Return all the lines below in which the string "syms" appears.

[Supplied material]

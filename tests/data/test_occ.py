"""OCC option symbols: the published format and the round trip.

Format: Options Clearing Corporation, *Options Symbology Initiative* (OSI), 2010 —
root (up to 6 characters, padded with spaces to 6), expiry YYMMDD, C or P, strike
x 1000 as 8 digits: 21 characters in all. Roots below are invented.
"""
from __future__ import annotations

import datetime as dt

import numpy as np
import pandas as pd
import pytest
from hypothesis import given, settings
from hypothesis import strategies as st

from optbench.data.occ import format_occ, parse_occ


def test_osi_field_layout():
    # OCC OSI (2010): 6-char root, YYMMDD, C/P, 5 integer + 3 decimal strike digits
    sym = format_occ("ZPHX", "2026-12-18", False, 5000.0)
    assert len(sym) == 21
    assert sym[:6] == "ZPHX  " and sym[6:12] == "261218" and sym[12] == "P"
    assert sym[13:] == "05000000"
    assert format_occ("ZPHX", "2027-01-15", True, 12.5) == "ZPHX  270115C00012500"


def test_parse_padded_unpadded_and_bad():
    got = parse_occ(["ZPHX  261218P05000000", "zphx261218c04987500", " ZPHXW270115C00012500 ",
                     "ZPHX  261318P05000000", "ZPHX 261218X05000000", "", None,
                     "TOOLONGROOT261218P05000000"])
    assert got["ok"].tolist() == [True, True, True, False, False, False, False, False]
    assert got.loc[0, "strike"] == 5000.0 and not got.loc[0, "is_call"]
    assert got.loc[1, "strike"] == 4987.5 and got.loc[1, "is_call"]
    assert got.loc[2, "root"] == "ZPHXW" and got.loc[2, "expiry"] == pd.Timestamp("2027-01-15")


def test_format_rejects_what_osi_cannot_hold():
    with pytest.raises(ValueError):
        format_occ("ZPHXLONG", "2026-12-18", True, 100)  # root over 6 characters
    with pytest.raises(ValueError):
        format_occ("ZPHX", "2026-12-18", True, 100000.0)  # strike beyond 5 integer digits
    with pytest.raises(ValueError):
        format_occ("ZPHX", "2026-12-18", True, 10.0005)  # finer than a thousandth


roots = st.text(alphabet="ABCDEFGHIJKLMNOPQRSTUVWXYZ0123456789", min_size=1, max_size=6) \
    .filter(lambda r: r[0].isalpha())
dates = st.dates(min_value=dt.date(2000, 1, 1), max_value=dt.date(2099, 12, 31))
strikes_milli = st.integers(min_value=1, max_value=99_999_999)


@settings(max_examples=50, deadline=None)
@given(st.lists(st.tuples(roots, dates, st.booleans(), strikes_milli), min_size=1,
                max_size=20), st.booleans())
def test_round_trip(rows, pad):
    # OCC OSI (2010): format then parse gives back root, expiry, type and strike
    root, exp, call, milli = zip(*rows)
    strike = np.array(milli) / 1000.0
    syms = format_occ(list(root), list(exp), list(call), strike, pad=pad)
    if pad:
        assert all(len(s) == 21 for s in syms)
    back = parse_occ(syms)
    assert back["ok"].all()
    assert back["root"].tolist() == list(root)
    assert [d.date() for d in back["expiry"]] == list(exp)
    assert back["is_call"].tolist() == list(call)
    np.testing.assert_array_equal(np.round(back["strike"].to_numpy() * 1000).astype(int),
                                  np.array(milli))
    assert list(format_occ(back["root"].tolist(), back["expiry"].to_numpy(),
                           back["is_call"].to_numpy(), back["strike"].to_numpy(),
                           pad=pad)) == list(syms)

[/Supplied material]

## [Reply to the exercise]
    syms = format_occ(list(root), list(exp), list(call), strike, pad=pad)
        assert all(len(s) == 21 for s in syms)
    back = parse_occ(syms)
                           pad=pad)) == list(syms)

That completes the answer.